Wednesday, August 17, 2005

1372 A Working Poet and Realer Art

Ted Kooser, as I’ve noted before, is the current poet laureate of the United States. Brad Leithauser’s review of his Flying at Night; Poems 1965-1985 (University of Pittsburgh Press) fairly drips with eastern snobbery in the August 7 New York Times Book Review (even though Leithauser was born and raised in Detroit).

He says it is the work of a retired businessman, “moving reflectively into middle age” writing poems that are focused and imposing few serious demands on the reader. He has a gift for simile and metaphor, the professor says, not complexity, pretentiousness, obfuscation and self-indulgence and he is rooted in one place, the Great Plains.

So I looked up Mr. Leithauser on Google. My knowledge of poets is darn lean--most are, well, too pretentious and self-indulgent. Found a poem about a car idling at the top of a cliff overlooking the ocean. Looks, smells and sounds like a suicide to me. Of course, I live in fly over country so I might be too dumb to figure it out. And as Leithauser says, “There’s something heartening about those poets . . whose lives reflect some vital integration of the “real world” and the realer world of art.” Do tell.

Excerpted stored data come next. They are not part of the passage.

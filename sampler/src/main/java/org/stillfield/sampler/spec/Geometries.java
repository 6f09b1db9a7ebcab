package org.stillfield.sampler.spec;

import java.util.List;
import java.util.Map;
import java.util.TreeMap;
import org.stillfield.sampler.api.Cavity;
import org.stillfield.sampler.api.Medium;
import org.stillfield.sampler.geometry.RectangularCavity;

/**
 * The registry of cavity shapes a spec may name. Adding a geometry means adding one reader
 * here; nothing else in the tool branches on the shape.
 */
public final class Geometries {
    /** Reads one shape's parameters from the {@code cavity} section. */
    @FunctionalInterface
    public interface Reader {
        /**
         * @param node the cavity section (shape, eps_r and mu_r are already read)
         * @param medium the filling
         * @return the cavity
         * @throws SpecException when a parameter is missing or out of range
         */
        Cavity read(SpecNode node, Medium medium) throws SpecException;
    }

    private record Entry(List<String> keys, Reader reader) {
    }

    private static final Map<String, Entry> SHAPES = new TreeMap<>();

    static {
        SHAPES.put("box", new Entry(List.of("a_m", "b_m", "d_m"),
            (n, m) -> RectangularCavity.of(n.positive("a_m", "metres"), n.positive("b_m", "metres"),
                n.positive("d_m", "metres"), m)));
    }

    private Geometries() {
    }

    /** @return shape names a spec may use */
    public static List<String> shapes() {
        return List.copyOf(SHAPES.keySet());
    }

    static List<String> keys(String shape) {
        return SHAPES.get(shape).keys();
    }

    static Cavity read(String shape, SpecNode node, Medium medium) throws SpecException {
        return SHAPES.get(shape).reader().read(node, medium);
    }
}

I didn't give a hoot about what happened to Leithauser's woman in June 1953 who'd filled the gas tank. Whereas Kooser's simple poem about a death of a child and her grieving parents brought tears.

The Last Odd Thing She Did by Brad Leithauser.

"A Child's Grave Marker"
by Ted Kooser

A small block of granite
engraved with her name and the dates
just wasn't quite pretty enough
for this lost little girl
or her parents, who added a lamb
cast in plaster of paris,
using the same kind of cake mold
my grandmother had--iron,
heavy and black as a skillet.
The lamb came out coconut-white,
and seventy years have proven it
soft in the rain. On this hill,
overlooking a river in Iowa,
it melts in its own sweet time.

Many thanks to Lynne who sent me the article.